Excerpts from a dataset

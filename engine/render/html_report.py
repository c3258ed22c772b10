"""One self-contained HTML report of a graded batch: records in, HTML text out.

No scripts, fonts, images or links to anything outside the file: it opens from a USB
stick and prints. The report renders, it does not compute: every plotted value, grade,
oil change and next step is read from the records the engine wrote (`derived` and
`values`, `oil_changed` and the `oil-changed` caveat, the reasons, the forecasts a record
carries, the ISO 4406 code as the lab wrote it). The rule set, when
given, says which measures each class's rules read (those are plotted) and where its
ladder limits lie (those are drawn); without it the plots follow the records' findings.
Trend plots are inline SVG (svg_plot.py), always against the sample date.
"""

from __future__ import annotations

import csv
import io
import json
import re
from collections import Counter
from dataclasses import dataclass, field
from datetime import date
from functools import lru_cache
from html import escape

from sumpwise.version import engine_name
from sumpwise.derive.trends import unit_id_key
from sumpwise.vocabulary.cautions import CAUTIONS
from sumpwise.vocabulary.limit_tests import limit_phrase
from sumpwise.vocabulary.measures import measure_unit
from sumpwise.vocabulary.problems import InputError
from sumpwise.ruleset.model import LadderRule, RuleSet, condition_measures
from sumpwise.results.records import undecided_from_record
from sumpwise.render.narrative import forecast_cap, forecast_limit_phrase, gap_phrase, rounded, step_phrase
from sumpwise.render.table import FIRST_CAVEATS
from sumpwise.render.svg_plot import (LimitLine, Mark, Plot, Point, Projection, grade_look, marker_css, marker_icon,
                                      render_plot)

UNRATED = "unrated"
OIL_CHANGED_CAVEAT = "oil-changed"  # the caveat the engine raises on the first sample of a new charge

_REQUIRED = {"sample_id": str, "grade": str, "reasons": list, "caveats": list, "ruleset": dict, "engine": str}
# Keys a record may lack (older formats, the compact form) but that must have this type when present.
_OPTIONAL = {"notice": str, "values": dict, "derived": dict, "oil_changed": bool, "origin": dict, "iso4406": str,
             "forecasts": list, "comment": str}


def _json_objects(lines, name: str, what: str):
    """(line number, object) of each non-blank JSON Lines line; anything else is an InputError naming the line."""
    for number, line in enumerate(lines, 1):
        if not line.strip():
            continue
        try:
            found = json.loads(line)
        except json.JSONDecodeError as exc:
            raise InputError(f"{name}: line {number}: not a JSON object: {exc.msg} at column {exc.colno}") from None
        if not isinstance(found, dict):
            raise InputError(f"{name}: line {number}: expected a JSON object ({what}), found {type(found).__name__}")
        yield number, found


def parse_results(lines, name: str, one_ruleset: bool = True, allow_empty: bool = False) -> tuple:
    """Result records from JSON Lines text (as `grade` writes them), checked field by field.

    A results file must come from one rule set (`one_ruleset`); a ledger's records may come
    from several, because the ledger hands over each rule set with them. `allow_empty`: a
    file without records is no error (a run whose every row was rejected, reported from its rejects).
    """
    records = []
    for number, record in _json_objects(lines, name, "a result record"):
        for key, kind in _REQUIRED.items():
            if not isinstance(record.get(key), kind):
                found = "nothing" if key not in record else type(record[key]).__name__
                raise InputError(f"{name}: line {number}: field '{key}': expected {kind.__name__}, found {found}")
        for key, kind in _OPTIONAL.items():
            if key in record and record[key] is not None and not isinstance(record[key], kind):
                raise InputError(f"{name}: line {number}: field '{key}': expected {kind.__name__}, "
                                 f"found {type(record[key]).__name__}")
        for k, forecast in enumerate(record.get("forecasts") or ()):
            _check_forecast(forecast, f"{name}: line {number}", f"forecasts[{k}]")
        level = record.get("level", "absent")
        if not (level is None or (isinstance(level, int) and not isinstance(level, bool) and level >= 0)):
            raise InputError(f"{name}: line {number}: field 'level': expected a whole number >= 0 or null, "
                             f"found {level!r}")
        for key in ("id", "sha256"):
            if not isinstance(record["ruleset"].get(key), str):
                raise InputError(f"{name}: line {number}: field 'ruleset.{key}': expected text")
        first = records[0] if records else record
        if one_ruleset and record["ruleset"]["sha256"] != first["ruleset"]["sha256"]:
            raise InputError(f"{name}: line {number}: graded by rule set {record['ruleset']['id']} "
                             f"sha256 {record['ruleset']['sha256'][:12]}..., earlier lines by "
                             f"{first['ruleset']['id']} sha256 {first['ruleset']['sha256'][:12]}...; "
                             f"a report covers one rule set")
        records.append(record)
    if not records and not allow_empty:
        raise InputError(f"{name}: no result records in the file")
    return tuple(records)
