def _unreproduced(batch: dict, intact: bool, sid, why: str) -> Difference:
    """A recorded verdict this engine does not give again: an engine change only when an older
    engine recorded it and the batch is intact; else the replay fails on it."""
    number, engine = batch["batch"], batch["engine"]
    if intact and older_engine(engine):
        return Difference(sid, number, f"{why} (recorded by {engine}; {engine_name()} grades it otherwise: an "
                                       f"engine change, not an alteration, as the batch's digest and the sample's "
                                       f"fingerprint hold)", ENGINE_CHANGE)
    if intact and engine == engine_name():
        return Difference(sid, number, f"{why} (recorded by {engine}, the engine replaying it: not reproduced)",
                          REPRODUCIBILITY)
    if not intact:
        return Difference(sid, number, f"{why} (recorded by {engine}; the batch's digest or its place in the chain "
                                       f"does not hold: altered after recording?)", REPRODUCIBILITY)
    return Difference(sid, number, f"{why} (recorded by {engine}, which is not older than {engine_name()}: not "
                                   f"reproduced)", REPRODUCIBILITY)
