def _readings(measured: pd.DataFrame, measure: str, rows: np.ndarray) -> tuple[np.ndarray, str]:
    """Each row's reading as a note says it (object array), and why it decides nothing: a bound
    as the lab wrote it (`written '<5'`), or a rate's number, its step within the noise margin."""
    if measure + WRITTEN_SUFFIX in measured.columns:  # a censored reading as written
        reading = measured[measure + WRITTEN_SUFFIX].to_numpy(dtype=object)[rows].astype(str).astype(object)
        as_written = np.isin(reading.astype("U1"), ["<", ">", "\u2264", "\u2265"])  # first characters
        reading[as_written] = "written '" + reading[as_written] + "'"  # a derived one says its own source
        return reading, ""
    if measure + MARGIN_SUFFIX in measured.columns:  # the rate's number (the gap gives its interval)
        return numbers_text(measured[measure].to_numpy(dtype=float)[rows]), ", its step being within the noise margin"
    return np.full(len(rows), "None", dtype=object), ""


def _add_note(notes: np.ndarray, at: np.ndarray, text: np.ndarray) -> None:
    """Each row's note, a later rule's after an earlier one's."""
    first = pd.isna(notes[at])
    notes[at[first]] = text[first]
    notes[at[~first]] = notes[at[~first]] + "; " + text[~first]
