def _has_tables(path: Path) -> bool:
    """Whether an SQLite file with no application id holds anything (read without touching it)."""
    try:
        conn = sqlite3.connect(path.resolve().as_uri() + "?mode=ro&immutable=1", uri=True)
        try:
            return conn.execute("SELECT count(*) FROM sqlite_master").fetchone()[0] > 0
        finally:
            conn.close()
    except sqlite3.DatabaseError:
        return True


def _writable(path: Path) -> bool:
    folder = path.parent if str(path.parent) else Path(".")
    return os.access(folder, os.W_OK) and (not path.exists() or os.access(path, os.W_OK))


def open_ledger(path, create: bool = True, write: bool = True, building: bool = False) -> sqlite3.Connection:
    """A connection to a ledger at SCHEMA_VERSION; refuse anything that is not one, untouched.

    The file's header is read before SQLite opens it, so a foreign or damaged file is never
    switched to WAL or migrated. Readers (`write=False`) open the file read-only; an older
    ledger is migrated in place when it can be written, and in memory when it cannot (an
    archived ledger in a read-only folder). A writer needs the file and its folder writable.
    `building`: a new file no other run can see yet (see _grade_into_new), written with no
    journal and no syncs.
    """
    path = Path(path)
    identity = _usable_path(path, create and write)
    try:
        if not write and identity is not None:
            conn = _read_only(path)
            version = _check_identity(conn, path)
            if version == SCHEMA_VERSION:
                return conn
            if not _writable(path):
                conn = _in_memory(conn)
                migrate(conn)
                return conn
            conn.close()
        if not _writable(path):
            raise LedgerError(f"{path}: the ledger (or its folder) is read-only: reading commands (history, "
                              f"explain, replay, report) work, recording needs write permission")
        conn = sqlite3.connect(path, timeout=BUSY_SECONDS, isolation_level=None)
        try:
            version = _check_identity(conn, path)  # reads only: a refused file is left as it was
            conn.execute(f"PRAGMA page_size={PAGE_SIZE}")  # before WAL; no effect on an existing database
            if building:
                conn.execute("PRAGMA journal_mode=OFF")
                conn.execute("PRAGMA synchronous=OFF")
            else:
                conn.execute("PRAGMA journal_mode=WAL")
                conn.execute("PRAGMA synchronous=NORMAL")  # WAL: a crash never corrupts; power loss may drop the last batch
            conn.execute("PRAGMA foreign_keys=ON")
            conn.execute(f"PRAGMA cache_size=-{CACHE_KIB}")  # a batch of a million samples grows five indexes
            if version < SCHEMA_VERSION:
                migrate(conn)
        except BaseException:
            conn.close()
            raise
    except sqlite3.DatabaseError as exc:
        raise LedgerError(f"{path}: not a usable sumpwise ledger: {exc}") from None
    return conn


def _check_identity(conn: sqlite3.Connection, path: Path) -> int:
    """The ledger's schema version, from SQLite (the header may lag behind a WAL file); refuse others."""
    app = conn.execute("PRAGMA application_id").fetchone()[0]
    version = conn.execute("PRAGMA user_version").fetchone()[0]
    tables = conn.execute("SELECT count(*) FROM sqlite_master").fetchone()[0]
    if app != APPLICATION_ID and (app != 0 or version != 0 or tables != 0):
        raise LedgerError(f"{path}: not a sumpwise ledger: it is an SQLite database of another kind "
                          f"(application id {app:#x}, {tables} schema object(s)); sumpwise will not change it")
    if version > SCHEMA_VERSION:
        raise LedgerError(f"{path}: the ledger has schema version {version}, newer than this sumpwise "
                          f"understands ({SCHEMA_VERSION}); use a newer sumpwise")
    step = schema_step(conn) if tables else 0
    if step != version:  # migrating from the header's version would fail part way, or read what is not there
        raise SchemaMismatch(f"{path}: the ledger's header gives schema version {version} (PRAGMA user_version) but "
                             f"its tables are those of schema step {step}: the header was changed after the ledger "
                             f"was written, or the file is damaged; sumpwise leaves it as it was")
    return version


def _read_only(path: Path) -> sqlite3.Connection:
    """Read-only; immutable when SQLite cannot keep its shared-memory file beside it (a read-only folder)."""
    uri = path.resolve().as_uri()
    try:
        conn = sqlite3.connect(uri + "?mode=ro", uri=True, timeout=BUSY_SECONDS, isolation_level=None)
        conn.execute("SELECT count(*) FROM sqlite_master").fetchone()
        return conn
    except sqlite3.OperationalError:
        conn = sqlite3.connect(uri + "?mode=ro&immutable=1", uri=True, isolation_level=None)
        conn.execute("SELECT count(*) FROM sqlite_master").fetchone()
        return conn


def _in_memory(conn: sqlite3.Connection) -> sqlite3.Connection:
    memory = sqlite3.connect(":memory:", isolation_level=None)
    conn.backup(memory)
    conn.close()
    return memory


def migrate(conn: sqlite3.Connection, to: int = SCHEMA_VERSION) -> None:
    """Apply the missing steps in one transaction; another process may have done it meanwhile."""
    begin(conn)
    try:
        version = conn.execute("PRAGMA user_version").fetchone()[0]
        for step in range(version, to):
            sql, data = MIGRATIONS[step]
            for statement in sql.split(";"):
                if statement.strip():
                    conn.execute(statement)
            if data is not None:
                data(conn)
        conn.execute(f"PRAGMA application_id = {APPLICATION_ID}")
        conn.execute(f"PRAGMA user_version = {max(version, to)}")
        conn.execute("COMMIT")
    except BaseException:
        conn.execute("ROLLBACK")
        raise


def begin(conn: sqlite3.Connection) -> None:
    """Take the write lock, waiting (busy timeout) and retrying while another run holds it."""
    for attempt in range(_BEGIN_TRIES):
        try:
            conn.execute("BEGIN IMMEDIATE")
            return
        except sqlite3.OperationalError as exc:
            if "locked" not in str(exc) and "busy" not in str(exc):
                raise
            if attempt == _BEGIN_TRIES - 1:
                raise LedgerError(f"the ledger stayed busy for {BUSY_SECONDS * _BEGIN_TRIES:.0f} s: another "
                                  f"run is writing to it; try again when it has finished") from None
            time.sleep(0.1 * (attempt + 1))


# -- recording a graded batch ------------------------------------------------------------------
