@pytest.fixture(scope="module")
def hostile(tmp_path_factory: pytest.TempPathFactory) -> Hostile:
    """The hostile study, fitted, with simulated reviews and three hostile ones."""
    import closecall.review.ledger.access as access
    from closecall.review.decisions import ledger_entries, record_review
    from closecall.review.demo_reviews import simulate_reviews

    root = tmp_path_factory.mktemp("hostile-labels") / "study"
    config = write_demo(root, cases=600, seed=5)
    _rewrite(root)
    study = open_study(config)
    assert set(study.snapshot.group_levels) == {GROUP_A, GROUP_B}  # read back exactly
    assert simulate_reviews(study, 60, seed=3) == 60
    done = {e.case_id for e in ledger_entries(study.config)}
    free = [str(c) for c in study.snapshot.case_ids if str(c) not in done]
    actions = ("override-favourable", "override-unfavourable", "uphold")
    with pytest.MonkeyPatch.context() as mp:
        mp.setattr(access, "current_login", lambda: REVIEWER)
        for case, action, note in zip(free, actions, NOTES, strict=False):
            reason = None if action == "uphold" else "other"
            record_review(study, case, action, reason, note)
    pending = pd.read_csv(root / "pending.csv", dtype=str, keep_default_na=False)
    zoned = pending.loc[pending[ZONE].str.endswith(ZONE_SUFFIX), "application_id"].iloc[0]
    return Hostile(root, config, tuple(free[:3]), str(zoned))


def _ids(value: object) -> str:
    """Test ids: the command's words (the expected strings get none)."""
    if isinstance(value, tuple) and value and value[0] in COMMANDS:
        return " ".join(value)
    return ""


COMMANDS = ("fit", "queue", "explain", "proxies", "bands", "compare", "ledger", "disparity")


def _raw(text: str) -> list[str]:
    return sorted({f"U+{ord(c):04X}" for c in RAW.findall(text)})


def _strings(obj: Any) -> Iterator[str]:
    """Every string (keys included) in parsed JSON."""
    if isinstance(obj, str):
        yield obj
    elif isinstance(obj, dict):
        for k, v in obj.items():
            yield k
            yield from _strings(v)
    elif isinstance(obj, list):
        for v in obj:
            yield from _strings(v)
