def _check_feature(path: Path, kind: str, feat: str, rows: list[CardRow]) -> None:
    """One feature's rows: all levels or all bins/per-unit; no duplicates, overlaps or gaps."""
    levels = [r for r in rows if r.level is not None and r.level != MISSING_LEVEL]
    numeric = [r for r in rows if r.level is None]
    if levels and numeric:
        raise UserError(
            f"{path}: {levels[0].where} and {numeric[0].where}: feature '{feat}' is given both "
            "categories and " + ("bins" if kind == "points" else "a per-unit coefficient"),
            "score a feature either by category or by numeric value, not both",
        )
    seen: dict[str, CardRow] = {}
    for r in rows:
        if r.level is None:
            continue
        if r.level in seen:
            raise UserError(
                f"{path}: {r.where}: level '{r.level}' of feature '{feat}' is listed again "
                f"(first at {seen[r.level].where})",
                "list each level once",
            )
        seen[r.level] = r
    if OTHER_LEVEL in seen and kind == "coefficients":
        raise UserError(
            f"{path}: {seen[OTHER_LEVEL].where}: level '*' in a coefficients card",
            "a coefficients card's absent levels are the reference (0): remove the row",
        )
    if kind == "coefficients" and len(numeric) > 1:
        raise UserError(
            f"{path}: {numeric[1].where}: feature '{feat}' has a second per-unit coefficient "
            f"(first at {numeric[0].where})",
            "give a numeric feature one coefficient",
        )
    if kind == "points" and numeric:
        ordered = sorted(numeric, key=lambda r: r.low)
        for a, b in itertools.pairwise(ordered):
            if b.low < a.high:
                raise UserError(
                    f"{path}: {b.where}: feature '{feat}' bin [{b.low:g}, {b.high:g}) overlaps "
                    f"[{a.low:g}, {a.high:g}) at {a.where}",
                    "make the bins meet end to start (one's high is the next one's low)",
                )
            if b.low > a.high:
                raise UserError(
                    f"{path}: {b.where}: feature '{feat}' has a gap between its bins: nothing "
                    f"scores values from {a.high:g} up to {b.low:g}",
                    f"start the bin at {b.where} at {a.high:g}, or add a bin for the gap",
                )


# --------------------------------------------------------------------------- scoring


def _as_text(column: pd.Series) -> np.ndarray:
    """A data column's values as the card spells levels (integers without '.0'); missing
    values become :data:`MISSING_LEVEL`."""
    missing = column.isna().to_numpy()
    if pd.api.types.is_bool_dtype(column):
        text = column.astype(str).to_numpy(dtype=object)
    elif pd.api.types.is_numeric_dtype(column):
        values = column.to_numpy(dtype=float, na_value=np.nan)
        whole = np.isfinite(values) & (values == np.round(values))
        text = np.where(
            whole,
            np.char.mod("%d", np.where(whole, values, 0).astype(np.int64)).astype(object),
            column.astype(str).to_numpy(dtype=object),
        )
    else:
        text = column.astype(str).str.strip().to_numpy(dtype=object)
    return np.where(missing, MISSING_LEVEL, text)


def _label(source: str | None, frame: pd.DataFrame, pos: int) -> str:
    where = source or "the data"
    return f"{where}, row {frame.index[pos]!s}"


def _feature_points(
    card: Scorecard, feat: str, frame: pd.DataFrame, source: str | None
) -> np.ndarray:
    """Points of one feature for every row (vectorised)."""
    rows = card.rows_of(feat)
    if feat not in frame.columns:
        raise UserError(
            f"{source or 'the data'}: has no column '{feat}', which the scorecard "
            f"{card.source.name} scores",
            "add the column to the data file, or remove its rows from the card",
        )
    column = frame[feat]
    n = len(frame)
    missing_row = next((r for r in rows if r.level == MISSING_LEVEL), None)
    numeric = [r for r in rows if r.level is None]
    if numeric:
        values = pd.to_numeric(column, errors="coerce").to_numpy(dtype=float, na_value=np.nan)
        bad_text = (~column.isna().to_numpy()) & np.isnan(values)
        if bad_text.any():
            pos = int(np.flatnonzero(bad_text)[0])
            raise UserError(
                f"{_label(source, frame, pos)}: '{feat}' holds {column.iloc[pos]!r}, but the "
                f"scorecard {card.source.name} scores '{feat}' as a number",
                "correct the cell, or score the feature by category in the card",
            )
        missing = np.isnan(values)
        out = np.zeros(n)
        if card.kind == "coefficients":
            out = np.where(missing, 0.0, numeric[0].points * np.where(missing, 0.0, values))
        else:
            ordered = sorted(numeric, key=lambda r: r.low)
            lows = np.array([r.low for r in ordered])
            highs = np.array([r.high for r in ordered])
            pts = np.array([r.points for r in ordered])
            at = np.searchsorted(lows, np.where(missing, lows[0], values), side="right") - 1
            inside = (at >= 0) & (values < highs[np.clip(at, 0, None)])
            outside = ~missing & ~inside
            if outside.any():
                pos = int(np.flatnonzero(outside)[0])
                raise UserError(
                    f"{_label(source, frame, pos)}: '{feat}' = {values[pos]:g} lies outside "
                    f"every bin of the scorecard {card.source.name} (its bins cover "
                    f"[{lows[0]:g}, {highs[-1]:g})); {int(outside.sum()):,} row(s) in all",
                    "widen the first or last bin (an empty low or high is open-ended)",
                )
            out = np.where(missing, 0.0, pts[np.clip(at, 0, None)])
        if missing.any():
            if missing_row is None:
                pos = int(np.flatnonzero(missing)[0])
                raise UserError(
                    f"{_label(source, frame, pos)}: '{feat}' is missing, and the scorecard "
                    f"{card.source.name} gives no points for a missing '{feat}'; "
                    f"{int(missing.sum()):,} row(s) in all",
                    f"add a row for '{feat}' with level '{MISSING_LEVEL}', or fill the cells",
                )
            out = np.where(missing, missing_row.points, out)
        return out
    text = _as_text(column)
    table = {r.level: r.points for r in rows}
    levels = np.array(list(table), dtype=object)
    values = np.array(list(table.values()), dtype=float)
    other = table.get(OTHER_LEVEL, 0.0)
    # one lookup for all rows: unique levels, then take
    uniq, inverse = np.unique(text.astype(str), return_inverse=True)
    known = {str(k): v for k, v in zip(levels, values, strict=True)}
    per_level = np.array([known.get(str(u), other) for u in uniq], dtype=float)
    return per_level[inverse.reshape(-1)]


def unseen_levels(card: Scorecard, frame: pd.DataFrame) -> dict[str, dict[str, int]]:
    """Categories of the data the card does not list, with their counts, per feature.

    A points card scores them with its ``*`` row when it has one, with 0 otherwise; a
    coefficients card scores them 0 (the reference level). A missing value counts as the level
    ``(missing)`` when the card has no row for it. (A numeric feature's missing value without a
    ``(missing)`` row is refused by :func:`card_points` instead.)
    """
    out: dict[str, dict[str, int]] = {}
    for feat in card.features:
        rows = card.rows_of(feat)
        if any(r.level is None for r in rows) or feat not in frame.columns:
            continue
        listed = {r.level for r in rows}
        text = _as_text(frame[feat]).astype(str)
        uniq, counts = np.unique(text, return_counts=True)
        lacking = {str(u): int(c) for u, c in zip(uniq, counts, strict=True) if u not in listed}
        if lacking:
            out[feat] = lacking
    return out


def card_contributions(
    card: Scorecard, frame: pd.DataFrame, source: str | None = None
) -> tuple[np.ndarray, list[str]]:
    """Each feature's points per row: (matrix rows × features, feature names in card order).

    Row sums plus the intercept equal :func:`card_points`. The points are uncentred and in the
    card's units (log-odds for a coefficients card).
    """
    if len(frame) == 0:
        return np.zeros((0, len(card.features))), list(card.features)
    M = np.column_stack([_feature_points(card, f, frame, source) for f in card.features])
    return M, list(card.features)


def card_points(
    card: Scorecard,
    frame: pd.DataFrame,
    drop: Iterable[str] = (),
    source: str | None = None,
) -> np.ndarray:
    """Total points per row: intercept + each feature's points (``drop``: features at 0).

    ``drop`` may name features the card does not score (they contribute nothing anyway).
    """
    dropped = set(drop)
    total = np.full(len(frame), card.intercept, dtype=float)
    for feat in card.features:
        if feat not in dropped:
            total += _feature_points(card, feat, frame, source)
    return total


def _need_factor(card: Scorecard) -> float:
    if card.factor is None:
        raise ValueError(
            "the card has no scaling: recalibrate it on the history first "
            "(closecall.suite.scorecard.recalibrate, or deployed_card(opened))"
        )
    return card.factor


def points_to_logodds(card: Scorecard, points: np.ndarray) -> np.ndarray:
    """Margin in log-odds relative to the cut-off: (points − cutoff) / factor."""
    return (np.asarray(points, dtype=float) - card.cutoff) / _need_factor(card)


def card_logodds(
    card: Scorecard,
    frame: pd.DataFrame,
    drop: Iterable[str] = (),
    source: str | None = None,
) -> np.ndarray:
    """Margin in log-odds relative to the card's cut-off (> 0: favourable, = 0 at the cut-off
    taken as favourable by the card); ``drop`` as in :func:`card_points`."""
    return points_to_logodds(card, card_points(card, frame, drop, source))


def absolute_logodds(card: Scorecard, points: np.ndarray) -> np.ndarray:
    """ln(odds of the favourable outcome) = (points − offset) / factor."""
    if card.offset is None:
        raise ValueError("the card has no offset: recalibrate it on the history first")
    return (np.asarray(points, dtype=float) - card.offset) / _need_factor(card)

### INSTRUCTIONS FOR THE TASK
Only the lines above from the one with "schema object(s)); sumpwise" up to and including the one with "the ledger has" should be repeated, exactly as written.

### RESULT FOR THIS TASK
                          f"(application id {app:#x}, {tables} schema object(s)); sumpwise will not change it")
    if version > SCHEMA_VERSION:
        raise LedgerError(f"{path}: the ledger has schema version {version}, newer than this sumpwise "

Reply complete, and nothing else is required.